§ Stored data entries:
== == ==
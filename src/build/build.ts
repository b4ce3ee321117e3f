/** `npm run build`: everything in dist/, for the host at ADDIN_URL (https://localhost:3000 if not set). */
import { cpSync, mkdirSync, readFileSync, rmSync, writeFileSync } from "node:fs";
import { join } from "node:path";
import webpack from "webpack";
import configurations from "../../webpack.config.js";
import { generate } from "./generate";
import { manifestFor } from "./manifest";
import { functionsMetadata } from "./metadata";
import { copyTrialPage } from "./trialPage";

const root = join(import.meta.dirname, "../..");
const dist = join(root, "dist");
const url = (process.env.ADDIN_URL ?? "https://localhost:3000").replace(/\/+$/, "");

async function build(): Promise<void> {
  const manifest = manifestFor(url, readFileSync(join(root, "manifest/manifest.xml"), "utf8"));
  rmSync(dist, { recursive: true, force: true });
  mkdirSync(dist);
  generate();
  await bundle();
  writeFileSync(join(dist, "functions.json"), JSON.stringify(await functionsMetadata(url), null, 1));
  writeFileSync(join(dist, "manifest.xml"), manifest);
  const { referencePage } = await import("./reference"); // reads what generate() has written
  writeFileSync(join(dist, "reference.html"), referencePage());
  for (const file of ["taskpane.html", "taskpane.css"]) cpSync(join(root, "src/office", file), join(dist, file));
  cpSync(join(root, "assets"), join(dist, "assets"), { recursive: true, filter: (file) => !/screenshot/.test(file) });
  copyTrialPage(root, dist);
  console.log(`built dist/ for ${url}`);
}

function bundle(): Promise<void> {
  return new Promise((resolve, reject) => {
    webpack(configurations as webpack.Configuration[]).run((error, stats) => {
      if (error || !stats || stats.hasErrors()) {
        reject(error ?? new Error(stats?.toString({ preset: "errors-warnings", colors: false })));
      } else resolve();
    });
  });
}

build().catch((error: Error) => {
  console.error(error.message);
  process.exitCode = 1;
});
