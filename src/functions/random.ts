import { bandTransmissibility } from "../core/bandTransmissibility";
import { milesRms, peakFactor } from "../core/peakFactor";
import { densityAt, type Profile, profileRms, readProfile } from "../core/psd";
import { randomResponseRms } from "../core/randomResponse";
import { type Argument, lift, one, requireSameLength, vector, word } from "./cell";
import { dampingModelOf } from "./dampingModel";
import { responseInSheet, responseOf } from "./response";
import { unitSystem } from "./unitSystems";

/**
 * Density of a random vibration profile at a frequency, on straight lines between break-points on log-log axes.
 * @customfunction PSDAT
 * @param frequencies Break-point frequencies, rising; Hz; above 0, two or more. Whole range.
 * @param densities One-sided acceleration densities at them; unit2/Hz; above 0, as many. Whole range.
 * @param frequency Frequency asked for; Hz; within the break-points. Number or range.
 * @returns Acceleration density; unit of densities; shape of frequency.
 * @example =PSDAT({20;80;500}, {0.01;0.04;0.04}, 40) gives 0.02
 * @example =PSDAT({20;80;500}, {0.01;0.04;0.04}, {80;200}) gives {0.04;0.04}
 * @failure not-covered when frequency lies outside the break-points
 * @source Power law between break-points, the customary reading of test specifications (IEC 60068-2-64 draws them so)
 * @leavesOut Nothing is assumed outside the break-points; slopes in dB per octave must be turned into break-points first.
 */
export function PSDAT(frequencies: any[][], densities: any[][], frequency: any[][]): any[][] {
  const profile = profileOf(frequencies, densities);
  return lift((f) => densityAt(profile, f), { frequency });
}

/**
 * Overall rms acceleration of a random vibration profile, over its whole band or a part of it.
 * @customfunction PSDRMS
 * @param frequencies Break-point frequencies, rising; Hz; above 0, two or more. Whole range.
 * @param densities One-sided acceleration densities at them; unit2/Hz; above 0, as many. Whole range.
 * @param [from] Lower end of the band; Hz; within the break-points. One number. Left out: the first break-point.
 * @param [to] Upper end of the band; Hz; within the break-points, above from. One number. Left out: the last break-point.
 * @returns Rms acceleration; unit whose square densities carries; one number.
 * @example =PSDRMS({20;80;500;2000}, {0.01;0.04;0.04;0.01}) gives 6.78423814605574
 * @example =PSDRMS({10;100}, {2;2}, 20, 70) gives 10
 * @failure not-covered when from or to lies outside the break-points
 * @source Closed integral of the power law between break-points, with its logarithmic case at a slope of -1
 * @leavesOut Zero outside the band; no peaks: PEAKFACTOR estimates them.
 */
export function PSDRMS(frequencies: any[][], densities: any[][], from?: any[][], to?: any[][]): any[][] {
  const profile = profileOf(frequencies, densities);
  const low = one("from", from, profile.frequencies[0]);
  const high = one("to", to, profile.frequencies[profile.frequencies.length - 1]);
  return [[profileRms(profile, low, high)]];
}

/**
 * Rms acceleration or mount deflection of an item on mounts whose base moves with a random vibration profile.
 * @customfunction RANDRMS
 * @param frequencies Break-point frequencies, rising; Hz; above 0, two or more. Whole range.
 * @param densities One-sided acceleration densities at them; (m/s2)2/Hz, or gn2/Hz for mm and inch; above 0. Whole range.
 * @param naturalFrequency Undamped natural frequency; Hz; above 0. Number or range.
 * @param dampingRatio Damping over critical damping (not percent, not loss factor); fraction; 0 or more. Number or range.
 * @param [response] What is asked; word; acceleration or deflection. Left out: acceleration.
 * @param [dampingModel] Damping law; word; viscous or hysteretic. Left out: viscous.
 * @param [units] Unit system; word; si, mm or inch. Left out: si.
 * @returns Rms response over the band; m/s2 or gn, deflection in m, mm or in; shape of naturalFrequency and dampingRatio.
 * @example =RANDRMS({20;2000}, {0.01;0.01}, 100, 0.05) gives 3.95714148746281
 * @example =RANDRMS({20;2000}, {0.01;0.01}, 100, 0.05, "deflection", "viscous", "mm") gives 0.0978049103945799
 * @failure pole when dampingRatio is 0 and naturalFrequency lies within the break-points
 * @source Integral of density times squared transmissibility over the band, to 1e-11
 * @leavesOut One mass, one axis, linear mount, stationary Gaussian motion, nothing outside the band; rms is not the peak.
 */
export function RANDRMS(
  frequencies: any[][],
  densities: any[][],
  naturalFrequency: any[][],
  dampingRatio: any[][],
  response?: string,
  dampingModel?: string,
  units?: string,
): any[][] {
  const profile = profileOf(frequencies, densities);
  const wanted = responseOf(response);
  const model = dampingModelOf(dampingModel);
  const system = unitSystem(units);
  return lift((fn, zeta) => responseInSheet(randomResponseRms(profile, fn, zeta, wanted, model), wanted, system), {
    naturalFrequency,
    dampingRatio,
  });
}

/**
 * Rms acceleration of an item on mounts under a flat random spectrum, by Miles' equation.
 * @customfunction MILES
 * @param naturalFrequency Undamped natural frequency; Hz; above 0. Number or range.
 * @param dampingRatio Damping over critical damping (not percent, not Q); fraction; above 0. Number or range.
 * @param density One-sided acceleration density at the natural frequency; unit2/Hz; above 0. Number or range.
 * @param [form] Exact for a moving base, or as handbooks print it; word; exact or short. Left out: exact.
 * @returns Rms absolute acceleration; unit whose square density carries; shape of the arguments together.
 * @example =MILES(100, 0.05, 0.04) gives 7.96618927734672
 * @example =MILES(100, 0.05, 0.04, "short") gives 7.92665459521202
 * @failure pole when dampingRatio is 0
 * @source J. W. Miles, On structural fatigue under random loading (1954), and the same integral with the damper's force
 * @leavesOut Flat spectrum without end: where it slopes or stops near naturalFrequency use RANDRMS.
 */
export function MILES(naturalFrequency: any[][], dampingRatio: any[][], density: any[][], form?: string): any[][] {
  const kind = word("form", form, ["exact", "short"], "exact");
  return lift((fn, zeta, S) => milesRms(fn, zeta, S, kind), { naturalFrequency, dampingRatio, density });
}

/**
 * Expected largest peak of a random response, as a multiple of its rms.
 * @customfunction PEAKFACTOR
 * @param naturalFrequency Frequency about which the response swings; Hz; above 0. Number or range.
 * @param duration Time of exposure; s; two cycles or more. Number or range.
 * @returns Peak over rms; no unit; shape of the arguments together.
 * @example =PEAKFACTOR(200, 60) gives 4.46738080567656
 * @failure outside-domain when naturalFrequency times duration is below 2
 * @source A. G. Davenport (1964): c + 0.5772/c with c = sqrt(2 ln(fn t))
 * @leavesOut Narrow-band Gaussian response; an expected value, so about half of all exposures go higher.
 */
export function PEAKFACTOR(naturalFrequency: any[][], duration: any[][]): any[][] {
  return lift(peakFactor, { naturalFrequency, duration });
}

/**
 * Rms transmissibility over a one-third-octave or other fractional-octave band.
 * @customfunction BANDTRANS
 * @param centreFrequency Centre of the band; any unit; above 0. Number or range.
 * @param naturalFrequency Undamped natural frequency; same unit; above 0. Number or range.
 * @param dampingRatio Damping over critical damping; fraction; 0 or more. Number or range.
 * @param [bandsPerOctave] Bands in an octave; count; whole number from 1. One number. Left out: 3.
 * @returns Root of the mean squared transmissibility; no unit; shape of the arguments together.
 * @example =BANDTRANS(20, 5, 0.05) gives 0.0724910238446356
 * @example =BANDTRANS(5, 5, 0.05, 1) gives 4.52721728364415
 * @failure pole when dampingRatio is 0 and naturalFrequency lies in the band
 * @source Integral of the squared absolute transmissibility; band edges of IEC 61260-1, base ten
 * @leavesOut Even density within the band, viscous damping; the centre frequency is taken as given, not rounded to a band.
 */
export function BANDTRANS(
  centreFrequency: any[][],
  naturalFrequency: any[][],
  dampingRatio: any[][],
  bandsPerOctave?: any[][],
): any[][] {
  const bands = one("bandsPerOctave", bandsPerOctave, 3);
  return lift((fc, fn, zeta) => bandTransmissibility(fc, fn, zeta, bands), {
    centreFrequency,
    naturalFrequency,
    dampingRatio,
  });
}

function profileOf(frequencies: Argument, densities: Argument): Profile {
  const f = vector("frequencies", frequencies);
  const S = vector("densities", densities);
  requireSameLength(f, S);
  return readProfile(f.values, S.values);
}
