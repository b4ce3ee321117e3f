/** What a designer must weigh beside the numbers. */

export const STANDING_LINE =
  "Plinth computes; it approves nothing. Check every design against the codes that apply where it stands, and leave its release to a licensed engineer.";

export const CAUTIONS = [
  "One mass moves along one axis on a linear mount whose base is not moved by the item. Rocking, several axes, flexible floors and stops need more than these relations.",
  "Below √2 times the natural frequency every mount passes on more than it receives. Start-up and run-down cross resonance.",
  "Damping and stiffness of real mounts spread, and change with temperature, load, amplitude and age. Use TRANSBOUND and RELBOUND with their tolerances.",
  "Rubber is stiffer in motion than at rest: use its dynamic stiffness, and its stiffness ratio where a deflection at rest is given.",
  "Leave room for the dynamic deflection, the static sag and shocks together. A mount that strikes its stop no longer isolates.",
  "Restraint against earthquake, transport and loss of a mount is a matter of local codes and is not covered here.",
];
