/** One function's section of the reference page. */
import { plainFormula } from "../audit/plain";
import { ERROR_CODES } from "../office/errorCodes";
import type { FailureKind } from "../functions/failure";
import type { FunctionDoc, Giving, ParameterDoc } from "./functionDocs";
import { breakable, escape, printed, table } from "./html";
import { checkTable } from "./referenceCheck";
import type { RelationDoc } from "./relations";

const GIVEN_AS: Record<Giving, string> = {
  range: "number or range",
  one: "one number",
  table: "whole range",
  words: "word",
  text: "text",
};

/** The section of `doc`; `ids` are the functions that the page holds, so that a mention becomes a link. */
export function functionSection(doc: FunctionDoc, relations: RelationDoc[], ids: ReadonlySet<string>): string {
  const link = linkTo(ids, doc.id);
  return `<article id="${doc.id}" aria-labelledby="${doc.id}-name">
<h3 id="${doc.id}-name">${doc.id}<a class="anchor" href="#${doc.id}" aria-label="Link to ${doc.id}">#</a></h3>
<p class="sentence">${escape(doc.sentence)}</p>
<p class="signature"><code>${signature(doc)}</code></p>
${argumentTable(doc)}
<dl>
<dt>Gives</dt><dd>${link(printed(sentence(doc.returns)))}</dd>
${relations.length > 0 ? `<dt>Relation</dt><dd>${relations.map(relationBlock).join("\n")}</dd>` : ""}
${plain(doc)}
<dt>${doc.examples.length > 1 ? "Examples" : "Example"}</dt><dd>${examples(doc, ids)}</dd>
<dt>Errors</dt><dd>${errors(doc)}</dd>
${doc.id === "CHECK" ? `<dt>Quantities</dt><dd>${checkTable()}</dd>` : ""}
<dt>Source</dt><dd>${link(printed(sentence(doc.source)))}</dd>
<dt>Leaves out</dt><dd>${link(printed(sentence(doc.leavesOut)))}</dd>
</dl>
</article>`;
}

function signature({ id, parameters }: FunctionDoc): string {
  const args = parameters.map(({ name, optional, repeating }) => {
    const shown = escape(repeating ? `${name}…` : name);
    return `<span class="argument">${optional ? `[${shown}]` : shown}</span>`;
  });
  return `<b>PLINTH.${id}</b>(<wbr />${args.join(", <wbr />")})`;
}

function argumentTable({ id, parameters }: FunctionDoc): string {
  const someOptional = parameters.some(({ optional }) => optional);
  const headings = ["Argument", "Meaning", "Unit", "Limits", "Given as", ...(someOptional ? ["Left out"] : [])];
  const rows = parameters.map((parameter) => [
    `<code>${breakable(parameter.name)}</code>`,
    escape(parameter.what),
    unit(parameter),
    escape(parameter.limits),
    GIVEN_AS[parameter.giving] + (parameter.repeating ? ", any number of them" : ""),
    ...(someOptional ? [parameter.optional ? escape(parameter.leftOut) : "required"] : []),
  ]);
  return table(`Arguments of ${id}`, headings, rows);
}

/** Unit words stay as they are typed; units of numbers are printed. */
function unit({ unit, giving }: ParameterDoc): string {
  if (giving === "words" && /^words?$/.test(unit)) return "";
  return giving === "words" || giving === "text" ? escape(unit) : printed(unit);
}

function relationBlock({ says, mathml, symbols }: RelationDoc): string {
  const legend = symbols.map(({ symbol, meaning }) => `${symbol} ${escape(meaning)}`);
  if (mathml.includes("atan2")) legend.push("atan2 takes x before y, as spreadsheets do");
  return `<figure>
<figcaption>${escape(says)}</figcaption>
<div class="relation" role="group" tabindex="0" aria-label="${escape(says)}">${mathml}</div>
<p>${legend.join("; ")}.</p>
</figure>`;
}

/** The ordinary spreadsheet formula that does the same without the add-in; a long one is folded. */
function plain({ id, parameters }: FunctionDoc): string {
  const found = plainFormula(
    id,
    parameters.map(({ name, optional }) => (optional ? null : name)),
  );
  if ("none" in found) return "";
  const text = `<code>=${breakable(found.formula)}</code>`;
  const shown = found.formula.length <= 200 ? text : `<details><summary>Show it</summary>${text}</details>`;
  return `<dt>Plain formula</dt><dd>${shown}</dd>`;
}

function examples({ examples }: FunctionDoc, ids: ReadonlySet<string>): string {
  const rows = examples.map(
    ({ formula, gives }) =>
      `<li><code>${escape(withPrefix(formula, ids))}</code> gives <samp>${escape(gives)}</samp></li>`,
  );
  return `<ul>${rows.join("")}</ul>`;
}

function errors({ failures }: FunctionDoc): string {
  const rows = failures.map((failure) => {
    const [kind, ...condition] = failure.split(" ");
    const code = ERROR_CODES[kind as FailureKind];
    if (code === undefined) throw new Error(`"${failure}" does not begin with a kind of failure`);
    return `<li><code>${code}</code> ${escape(condition.join(" "))}</li>`;
  });
  return `<ul>${rows.join("")}</ul><p>Beside these the <a href="#errors">errors of every function</a>.</p>`;
}

/** A formula as it is typed into Excel, where the functions carry the add-in's prefix. */
export function withPrefix(formula: string, ids: ReadonlySet<string>): string {
  return formula.replace(/\b[A-Z][A-Z0-9.]+(?=\()/g, (name) => (ids.has(name) ? `PLINTH.${name}` : name));
}

function linkTo(ids: ReadonlySet<string>, own: string): (html: string) => string {
  return (html) =>
    html.replace(/\b[A-Z][A-Z0-9]{2,}\b/g, (name) =>
      ids.has(name) && name !== own ? `<a href="#${name}">${name}</a>` : name,
    );
}

/** A capital first and one full stop last. */
function sentence(text: string): string {
  return text.charAt(0).toUpperCase() + text.slice(1).replace(/\.?$/, ".");
}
== == ==
§ Directions:
Print again the lines of the entries above that fall between the line holding "console.error(error.message);" and the line holding "Profile, profileRms, readProfile", inclusive, exactly as they stand.

§ Response:
  console.error(error.message);
  process.exitCode = 1;
});
filename src/functions/random.ts
import { bandTransmissibility } from "../core/bandTransmissibility";
import { milesRms, peakFactor } from "../core/peakFactor";
import { densityAt, type Profile, profileRms, readProfile } from "../core/psd";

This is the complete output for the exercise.